In some of the chaotic cases, the distribution has a fractal behavior (see here.)

The above figure shows the wild percentile distribution for $C_{\infty, 1}$ if $Z_k = \{ (e/2)^{k}\cdot\log 2\}$, corresponding to the last case in the above bullet list (the brackets represent the fractional part function). 
This taxonomy applies to many of the systems I have studied recently.  My next step is to create a taxonomy of all the potential attractors (the limiting distributions) for this system, and other systems.
Below is one last example where the $Z_i$'s are very heavily auto-correlated, with very long (infinite) range strong auto-correlation. It corresponds to $Z_k = \{ne\}$. 

 A: As you have written
$$
E\exp(itC_n) = \prod_{k=0}^n \varphi_Z\left((-1)^n\frac{(2n)!}{k!(n-k)!n!}t\right).
$$
For $Z\sim N(0,1)$ RHS becomes
$$
\exp\left(\frac{t^2}2\sum_{k=0}^n \left(\frac{(2n)!}{k!(n-k)!n!}\right)^2 \right)
\longrightarrow
\exp\left(\frac{t^2}2\lim_n\sum_{k=0}^n \left(\frac{(2n)!}{k!(n-k)!n!}\right)^2\right)
\sim
N\left(0, \lim_n\sum_{k=0}^n \left(\frac{(2n)!}{k!(n-k)!n!}\right)^2\right)
$$
provided the limit exists.
A: Let's consider $Z_i$ a univariate, symmetric distribution centered at $0$, with the following characteristic function:
$$\psi(t) =\exp\Big[-a^2\Big(p(b\cdot|t|)+q(b\cdot|t|)\Big) \Big] .$$
Here $p, q$ are two real-valued functions chosen such that $\psi$ is a proper characteristic function. For instance, $P(t) =t, q(t) = t^2$. Any distribution having that characteristic function is called $H(a,b)$ and depends on two parameters: $a$ and $b$. 

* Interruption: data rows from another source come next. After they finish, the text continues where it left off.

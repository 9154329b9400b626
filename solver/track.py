"""A line of fibre made ready to march along: where it is cut, how it is stepped and watched."""

import math
from collections.abc import Callable, Iterator, Sequence
from dataclasses import dataclass
from typing import Any, Literal

import numpy as np

from solver.experiment import Precision, Span
from solver.fibre import sections
from solver.grid import Complex, Field, Grid, Real
from solver.kernels import band_energy, kerr_rotation, linear_flow
from solver.schemes import Scheme
from solver.transforms import COMPLEX, Transforms

OutcomeKind = Literal[
    "completed", "aliased", "non_finite", "under_resolved", "tolerance_not_met", "steps_too_long"
]
Observer = Callable[[int, Field], None]
"""Called with the index of a recorded distance and the field there."""

EDGE = 1 / 16
"""Share of the samples, at each end of the band, that has to stay empty."""
ERROR_CONSTANT = {2: 0.5, 4: 0.3}
"""Measured: error of a run is about this, times W^{p+1}/N^p, W the total weight, N the steps."""


@dataclass(frozen=True)
class Outcome:
    """How a propagation ended, what to do about it, and where along the line it was noticed."""

    kind: OutcomeKind = "completed"
    advice: str = ""
    z_km: float | None = None


COMPLETED = Outcome()


@dataclass(frozen=True)
class Light:
    """What the choice of steps needs to know of the light at the input.

    power_w: self-weighted mean power ⟨P²⟩/⟨P⟩ of both components together.
    density: share of the energy in each frequency bin, shape (samples,).
    """

    power_w: float
    density: Real


@dataclass(frozen=True)
class Piece:
    """Equal steps within one section; ``recorded`` where its end is to be observed."""

    section: int
    steps: int
    step_km: float
    end_km: float
    recorded: bool


class Track:
    """A line cut at the recorded distances, with the means to choose and take steps on it."""

    def __init__(
        self,
        line: Sequence[Span],
        grid: Grid,
        *,
        wavelength_nm: float,
        recorded_km: Sequence[float] = (),
        fibre_seed: int = 0,
    ) -> None:
        self.grid = grid
        self.sections = sections(line, grid, wavelength_nm, fibre_seed)
        self.length_km = sum(section.length_km for section in self.sections)
        self._stretches = list(self._cut([z for z in recorded_km if z > 0.0]))
        self._operators: dict[tuple[Any, ...], tuple[list[Any], int]] = {}
        self._weighed: tuple[Scheme, Light, Real] | None = None

    def _cut(self, recorded_km: Sequence[float]) -> Iterator[tuple[int, float, float, bool]]:
        """Yield (section, start, end, recorded) of every stretch between two borders."""
        tiny = 1e-9 * self.length_km
        start = border = 0.0
        for index, section in enumerate(self.sections):
            border += section.length_km
            inside = [z for z in recorded_km if start + tiny < z < border - tiny]
            seen_at_border = any(abs(z - border) <= tiny for z in recorded_km)
            for end, recorded in [*((z, True) for z in inside), (border, seen_at_border)]:
                yield index, start, end, recorded
                start = end

    def weights(self, scheme: Scheme, light: Light) -> Real:
        """Relative number of steps each stretch deserves: ∫ c^{1/(p+1)} dz.

        A step of length h errs by about c h^{p+1}, with c of the size of nested commutators of
        the linear rate l and the Kerr rate n, c = n l (n + l)^{p−1}. Loss α leaves the Kerr
        term's form alone, so of its commutators only n α^p is there. Steps that err equally
        then have the density c^{1/(p+1)}.
        """
        if self._weighed and self._weighed[0] is scheme and self._weighed[1] is light:
            return self._weighed[2]
        p = scheme.order
        weights = []
        power = light.power_w
        rates = [_linear_rate(section.rate, light.density) for section in self.sections]
        for index, start, end, _ in self._stretches:
            section = self.sections[index]
            decay = math.exp(-section.attenuation_per_km * (end - start))
            kerr = 0.5 * (section.kerr_self + section.kerr_cross) * power * math.sqrt(decay)
            linear = rates[index]
            error = kerr * (linear * (kerr + linear) ** (p - 1) + section.attenuation_per_km**p)
            weights.append((end - start) * error ** (1 / (p + 1)))
            power *= decay
        self._weighed = scheme, light, np.array(weights)
        return self._weighed[2]

    def commutes(self, scheme: Scheme, light: Light) -> bool:
        """Whether linear and Kerr flow commute all along, so that any steps are exact."""
        return not self.weights(scheme, light).any()

    def expected_steps(self, scheme: Scheme, light: Light, tolerance: float) -> float:
        """Number of steps that should meet a tolerance, from the light at the input alone."""
        p = scheme.order
        total = float(self.weights(scheme, light).sum())
        return float((ERROR_CONSTANT[p] * total ** (p + 1) / tolerance) ** (1 / p))

    def pieces(self, scheme: Scheme, light: Light, steps: float) -> list[Piece]:
        """About ``steps`` steps shared out over the line, at least one for each stretch."""
        weights = self.weights(scheme, light)
        total = float(weights.sum()) or 1.0
        pieces = []
        for (section, start, end, recorded), weight in zip(self._stretches, weights, strict=True):
            count = max(1, round(steps * float(weight) / total))
            pieces.append(Piece(section, count, (end - start) / count, end, recorded))
        return pieces

    def _flows(
        self, piece: Piece, scheme: Scheme, precision: Precision, guarded: bool
    ) -> tuple[list[Any], int]:
        """Linear operators of the scheme's stages, with the transforms' scale taken out.

        Also the number of bins kept on each side of the carrier. Where the linear phase of one
        whole step reaches π, splitting drives sidebands that are not there (Weideman and Herbst,
        SIAM J. Numer. Anal. 23, 485, 1986); a guarded track keeps clear of them by ending its
        band just below.
        """
        key = (piece.section, piece.step_km, scheme.name, precision, guarded)
        if key not in self._operators:
            rate = self.sections[piece.section].rate
            half = self.grid.samples // 2
            inside = np.ones(self.grid.samples, dtype=bool)
            bins = half
            if guarded:
                phase = np.abs(rate.imag - rate.imag[:, :1]).max(axis=0) * piece.step_km
                inside = phase < 0.95 * math.pi
                outwards = inside[1:half] & inside[:half:-1]
                bins = half if outwards.all() else 1 + int(np.argmin(outwards))
            made = {
                part: (np.exp(rate * (part * piece.step_km)) * inside / self.grid.samples).astype(
                    COMPLEX[precision]
                )
                for part in set(scheme.linear)
            }
            if self.grid.samples * len(self._operators) > 2**22:
                self._operators.clear()
            self._operators[key] = ([made[part] for part in scheme.linear], bins)
        return self._operators[key]

    def march(
        self,
        work: Transforms,
        pieces: Sequence[Piece],
        scheme: Scheme,
        precision: Precision,
        *,
        edge_limit: float,
        guard: float = 0.0,
        observe: Observer | None = None,
        phases: bool = False,
    ) -> Outcome:
        """Propagate ``work.buffer`` in place, as far as its outcome allows.

        edge_limit: share of a realization's energy allowed at the edges of the band.
        guard: when positive, end the band where the splitting itself would make sidebands, for
        the long steps of an ensemble that are not checked one by one; the share of energy
        allowed at such an end is edge_limit times this, and ``steps_too_long`` the outcome of more.

        The Kerr turn that ends one step is put off until the next one, or until a phase is
        needed: it leaves all powers alone. An observer of fields, not of powers only, asks for
        ``phases``.
        """
        real = np.float32 if precision == "single" else np.float64
        rotate = kerr_rotation(real)
        buffer = work.buffer
        own = other = 0.0

        def settle() -> None:
            nonlocal own, other
            if own or other:
                rotate(buffer, real(own), real(other))
                own = other = 0.0

        recorded = 0
        for piece in pieces:
            section = self.sections[piece.section]
            flows, bins = self._flows(piece, scheme, precision, guard > 0.0)
            limit = edge_limit * (guard if 2 * bins < self.grid.samples else 1.0)
            turn_own = section.kerr_self * piece.step_km
            turn_other = section.kerr_cross * piece.step_km
            if section.axes is not None:
                settle()
                _turn_axes(buffer, section.axes)
            for step in range(piece.steps):
                for stage, flow in enumerate(flows):
                    own += scheme.kerr[stage] * turn_own
                    other += scheme.kerr[stage] * turn_other
                    settle()
                    work.forward()
                    if step + 1 == piece.steps and stage + 1 == len(flows):
                        outcome = self._inspect(buffer, bins, limit, piece.end_km)
                        if outcome.kind != "completed":
                            return outcome
                    linear_flow(buffer, flow)
                    work.inverse()
                own += scheme.kerr[-1] * turn_own
                other += scheme.kerr[-1] * turn_other
            if section.axes is not None:
                settle()
                _turn_axes(buffer, section.axes.conj().T)
            if piece.recorded:
                recorded += 1
                if phases:
                    settle()
                if observe is not None:
                    observe(recorded, buffer)
        settle()
        return COMPLETED

    def _inspect(self, spectrum: Field, bins: int, edge_limit: float, z_km: float) -> Outcome:
        """Whether spectra are finite and keep clear of the edges of the band."""
        total = band_energy(spectrum, 0, self.grid.samples)
        if not np.isfinite(total).all():
            return Outcome(
                "non_finite",
                "the field overflowed: look for an extreme power, nonlinear coefficient or length",
                z_km,
            )
        share = self.edge_share(spectrum, total, bins)
        if share > edge_limit and 2 * bins < self.grid.samples:
            return Outcome("steps_too_long", "take shorter steps", z_km)
        if share > edge_limit:
            return Outcome(
                "aliased",
                f"the spectrum reached the edge of its band at {z_km:.3g} km "
                f"(share of the energy there {share:.1e}, allowed {edge_limit:.1e}): "
                f"use at least {2 * self.grid.samples} samples in the same window",
                z_km,
            )
        return COMPLETED

    def edge_share(self, spectrum: Field, total: Real, bins: int) -> float:
        """Largest share of a realization's energy at the edges of a band of ±``bins`` bins."""
        first = bins - max(1, round(bins * EDGE))
        edge = band_energy(spectrum, first, self.grid.samples - first)
        return float(np.max(edge / np.maximum(total, np.finfo(float).tiny)))


def _linear_rate(rate: Complex, density: Real) -> float:
    """Spread of the linear phase rate over a spectrum, both components, rad/km."""
    mean = (density * rate.imag).sum(axis=1, keepdims=True)
    return math.sqrt(float((density * (rate.imag - mean) ** 2).sum() / 2))


def _turn_axes(field: Field, axes: Complex) -> None:
    first = axes[0, 0] * field[:, 0] + axes[0, 1] * field[:, 1]
    second = axes[1, 0] * field[:, 0] + axes[1, 1] * field[:, 1]
    field[:, 0], field[:, 1] = first, second
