"""The error budget of a point: what limits its C12(0), whether its grid held it, in words.

Two errors are stated of every value: the standard error, from the spread of the realizations,
and the discretization error, from a few of them computed again in other steps. The larger one
is named. The grid is judged apart: where it does not hold the light, neither error says so.
"""

import math
from collections.abc import Sequence
from dataclasses import dataclass
from typing import Any, Literal

import numpy as np

from solver.grid import Real

Limit = Literal["statistics", "steps", "grid", ""]

FEWEST_IN_COHERENCE_TIME = 2.0
"""Samples in a coherence time below which the intensity, of twice the band, is not resolved."""
LONGEST_IN_WINDOW = 4.0
"""Times that a window should hold the longest domain."""
STEPS_MATTER = 0.5
"""Discretization error, in standard errors, from which on it is worth a word."""


@dataclass(frozen=True)
class GridUse:
    """What a point asked of its grid and how its light sat on it.

    edge_share: largest share of a realization's energy at the edges of the band at the end of
    the line, among those that found the steps, and edge_limit what is allowed there; spread_ps:
    of arrival times, by the line; target: standard error asked for; most: realizations allowed.
    """

    window_ps: float
    samples_asked: int
    longest_lag_ps: float
    target: float
    most: int
    spread_ps: float
    edge_share: float
    edge_limit: float


@dataclass(frozen=True)
class Check:
    """One figure of the grid held against what it should be; the advice is empty where it is."""

    title: str
    value: float
    unit: str
    ok: bool
    advice: str = ""


@dataclass(frozen=True)
class Errors:
    """What is known of a point's C12(0)."""

    standard_error: float
    discretization_error: float
    realizations: int
    final: bool


def coherence_ps(spectra: Sequence[Real], bin_ghz: float, averaged: float) -> float:
    """Shortest coherence time of components of given power spectra, ps.

    ∫|γ(τ)|²dτ = ∫S²df/(∫S df)² (Goodman, Statistical Optics, ch. 5). Each bin of an estimated
    spectrum is the mean of ``averaged`` exponential variates, which ⟨S²⟩ has to be cleared of.
    """
    found = math.inf
    for density in spectra:
        total = float(density.sum())
        if total > 0.0:
            squares = float((density**2).sum()) / (1.0 + 1.0 / averaged)
            found = min(found, 1e3 * squares / total**2 / bin_ghz)
    return found


def longest_ps(durations: Real, width_ps: float) -> float:
    """Top of the highest bin of a distribution that holds anything, ps."""
    seen = np.flatnonzero(durations > 0.0)
    return float(seen[-1] + 1) * width_ps if len(seen) else math.nan


def checks(use: GridUse, samples: int, coherence: float, longest: float) -> list[Check]:
    """The checks of a grid of ``samples`` in the window at the end of the line.

    coherence: shortest coherence time there, ps; longest: domain seen, ps. What is not known,
    not finite that is, is left out.
    """
    more = f"use at least {2 * samples} samples in the same window"
    grown = samples > use.samples_asked
    made = [
        Check(
            "energy at the edges of the band",
            use.edge_share,
            "1",
            use.edge_share <= use.edge_limit,
            more if use.edge_share > use.edge_limit else "",
        ),
        Check(
            "samples used over samples asked for",
            samples / use.samples_asked,
            "1",
            True,
            f"the spectrum outgrew the band and got shorter time steps: ask for {samples} samples "
            "to see all of it"
            if grown
            else "",
        ),
    ]
    if math.isfinite(coherence):
        held = coherence * samples / use.window_ps
        made.append(_at_least("samples in a coherence time", held, FEWEST_IN_COHERENCE_TIME, more))
    if math.isfinite(longest):
        wanted = f"use a window of {LONGEST_IN_WINDOW * longest:.3g} ps or more"
        held = use.window_ps / longest
        made.append(_at_least("window over longest domain", held, LONGEST_IN_WINDOW, wanted))
    if use.spread_ps > 0.0:
        wanted = f"light meets itself come round: use a window of {use.spread_ps:.3g} ps or more"
        made.append(_at_least("window over spread", use.window_ps / use.spread_ps, 1.0, wanted))
    return made


def _at_least(title: str, value: float, limit: float, advice: str) -> Check:
    return Check(title, value, "1", value >= limit, "" if value >= limit else advice)


def limited_by(errors: Errors, made: Sequence[Check]) -> Limit:
    """The larger of the two errors, or the grid where it fails; empty where nothing is known."""
    if not all(check.ok for check in made):
        return "grid"
    if not (math.isfinite(errors.standard_error) and math.isfinite(errors.discretization_error)):
        return ""
    return "steps" if errors.discretization_error > errors.standard_error else "statistics"


def verdict(use: GridUse, errors: Errors, made: Sequence[Check]) -> str:
    """A sentence or two on what limits a point and what would help."""
    match limited_by(errors, made):
        case "":
            return "Too early to tell: there is no error bar yet."
        case "grid":
            worst = next(check for check in made if not check.ok)
            return f"Limited by the grid ({worst.title}: {worst.value:.3g}): {worst.advice}."
        case "steps":
            half = 0.5 * errors.discretization_error
            return (
                f"Limited by steps: they may shift it by {errors.discretization_error:.1g}, more "
                f"than the standard error, {errors.standard_error:.1g}. Ask for a standard error "
                f"of {max(10.0 * half, 1e-5):.1g} or less: steps then keep to a tenth of that."
            )
    said = (
        "Limited by statistics: 4 times more realizations, "
        f"{4 * errors.realizations}, for half the bar."
    )
    needed = math.ceil(errors.realizations * (errors.standard_error / use.target) ** 2)
    if errors.standard_error <= use.target:
        said += f" The target of {use.target:g} is met."
    elif errors.final:
        said += f" The target of {use.target:g} would take about {needed}."
    else:
        said += f" More are under way, {min(needed, use.most)} or so in all."
    if errors.discretization_error > STEPS_MATTER * errors.standard_error:
        said += " Steps come next: they matter from half of this bar on."
    return said


def budget(use: GridUse, errors: Errors, made: Sequence[Check]) -> dict[str, Any]:
    """Both errors, the checks and the verdict; JSON-able but for what is not finite."""
    return {
        "verdict": verdict(use, errors, made),
        "limited_by": limited_by(errors, made),
        "standard_error": errors.standard_error,
        "discretization_error": errors.discretization_error,
        "checks": [vars(check) for check in made],
    }


_FLAGS: dict[str, tuple[Limit, str]] = {
    "aliased": ("grid", "the spectrum outgrew every band that was tried"),
    "under_resolved": ("grid", "the light does not fit its band at the launch"),
    "non_finite": ("grid", "the field overflowed"),
    "tolerance_not_met": ("steps", "the accuracy asked for was out of reach"),
    "steps_too_long": ("steps", "no steps were short enough"),
}


def flagged(outcome: str, advice: str) -> dict[str, Any]:
    """The budget of a point without a value, from its outcome and the advice that came with it."""
    limit, words = _FLAGS[outcome]
    advised = f" {advice[:1].upper()}{advice[1:].rstrip('.')}." if advice else ""
    return {
        "verdict": f"Flagged, and left out of the curve: {words}.{advised}",
        "limited_by": limit,
        "standard_error": None,
        "discretization_error": None,
        "checks": [],
    }
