def _set_path(tree: Any, path: str, value: JsonValue) -> None:
    """Set one parameter in a dumped experiment, in place; KeyError names the unknown path."""
    head, _, rest = path.partition(".")
    if isinstance(tree, list | tuple):
        if head == "*":
            for item in tree:
                _set_path(item, rest, value)
            return
        if not head.isdigit() or int(head) >= len(tree):
            raise KeyError(path)
        _set_path(tree[int(head)], rest, value)
        return
    if not isinstance(tree, dict) or head not in tree:
        raise KeyError(path)
    if rest:
        _set_path(tree[head], rest, value)
    else:
        tree[head] = value


def with_changes(experiment: Experiment, changes: dict[str, JsonValue]) -> Experiment:
    """The experiment with some parameters replaced, validated anew.

    Raises Contradiction for a path that names no parameter, pydantic.ValidationError for a
    value out of bounds.
    """
    tree = experiment.model_dump()
    for path, value in changes.items():
        try:
            _set_path(tree, path, value)
        except KeyError:
            raise Contradiction(path, f"{path} names no parameter of the experiment") from None
    return Experiment.model_validate(tree)


def numeric_parameters() -> Iterator[tuple[str, str, str]]:
    """(path, title, unit) of every parameter a sweep may run over."""
    stages: list[tuple[str, type[Stage]]] = [
        ("source", Source),
        ("relation", Relation),
        ("shaper", Shaper),
        ("booster", Amplifier),
        ("launch", Launch),
        ("line.*", Span),
        ("preamplifier", Amplifier),
        ("receiver", Receiver),
    ]
    for prefix, stage in stages:
        for name, field in stage.model_fields.items():
            if field.annotation in (float, float | None):
                extra = field.json_schema_extra
                unit = str(extra.get("unit", "")) if isinstance(extra, dict) else ""
                yield f"{prefix}.{name}", field.title or name, unit


def title_and_unit(parameter: str) -> tuple[str, str]:
    """Title and unit of a parameter that a sweep may run over."""
    return next((title, unit) for path, title, unit in numeric_parameters() if path == parameter)


class Sweep(Stage):
    """An axis of a study."""

    parameter: str = quantity(
        "launch.total_power_mw", "Swept parameter", "Path of the parameter that varies."
    )
    start: float = quantity(5.0, "From", "First value, in the parameter's unit.")
    stop: float = quantity(800.0, "To", "Last value, in the parameter's unit.")
    points: int = quantity(12, "Points", "Number of values.", low=1, high=10_000)
    spacing: Literal["log", "linear"] = quantity(
        "log", "Spacing", "Equal ratios or equal differences."
    )

    @model_validator(mode="after")
    def _consistent(self) -> Self:
        known = {path for path, _, _ in numeric_parameters()}
        if self.parameter not in known:
            raise Contradiction("parameter", f"{self.parameter} is not a numeric parameter")
        if self.spacing == "log" and min(self.start, self.stop) <= 0.0:
            raise Contradiction("start", "log spacing needs positive ends: choose linear")
        if self.points > 1 and self.start == self.stop:
            raise Contradiction("stop", "the sweep has no width: stop must differ from start")
        return self

    def values(self) -> list[float]:
        """The values of the swept parameter, rounded to 12 digits so that they print well."""
        if self.points == 1:
            return [self.start]
        fractions = [i / (self.points - 1) for i in range(self.points)]
        if self.spacing == "log":
            ratio = self.stop / self.start
            return [float(f"{self.start * ratio**x:.12g}") for x in fractions]
        return [float(f"{self.start + (self.stop - self.start) * x:.12g}") for x in fractions]


class Variant(Stage):
    """One curve of a study: the experiment with some parameters changed."""

    name: str = quantity("as given", "Name", "Label of the curve.", min_length=1, max_length=80)
    changes: dict[str, JsonValue] = quantity(
        {}, "Changes", "Parameters that differ from the experiment, by path.", max_length=32
    )


HEADLINE_VARIANTS = (
    Variant(
        name="independent",
        changes={"relation.kind": "independent", "line.*.coupling": "manakov"},
    ),
    Variant(
        name="derivative",
        changes={"relation.kind": "derivative", "line.*.coupling": "manakov"},
    ),
    Variant(
        name="derivative, coupling off",
        changes={"relation.kind": "derivative", "line.*.coupling": "uncoupled"},
    ),
)


AXES_OF = ("grid", "window_ps", "samples", "distances", "max_lag_ps")
"""Ensemble parameters that fix the axes of a study's results, and so belong to all variants."""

The difference between two such (independent) distributions with same parameters $a, b$ is $H(2a,b)$ and also belongs to the same family. Also, if you multiply a distribution $H(a, b)$ by a scalar $r>0$, the resulting distribution is $H(ra, rb)$ and also belongs to the same family.
Note: This response is not complete: I plan on providing an explicit form, but I am now working on fixing some error in my final formula. I will update with all the details after fixing the problem, if I can find a fix. In the meanwhile, if $H(a,b)$ is a stable distribution, then $\lim_{n\rightarrow \infty} C_{n,i}$ with also belong to that same family. The classic example is the Gaussian law, corresponding to $p(t) = q(t) = t^2$, and $b=1$.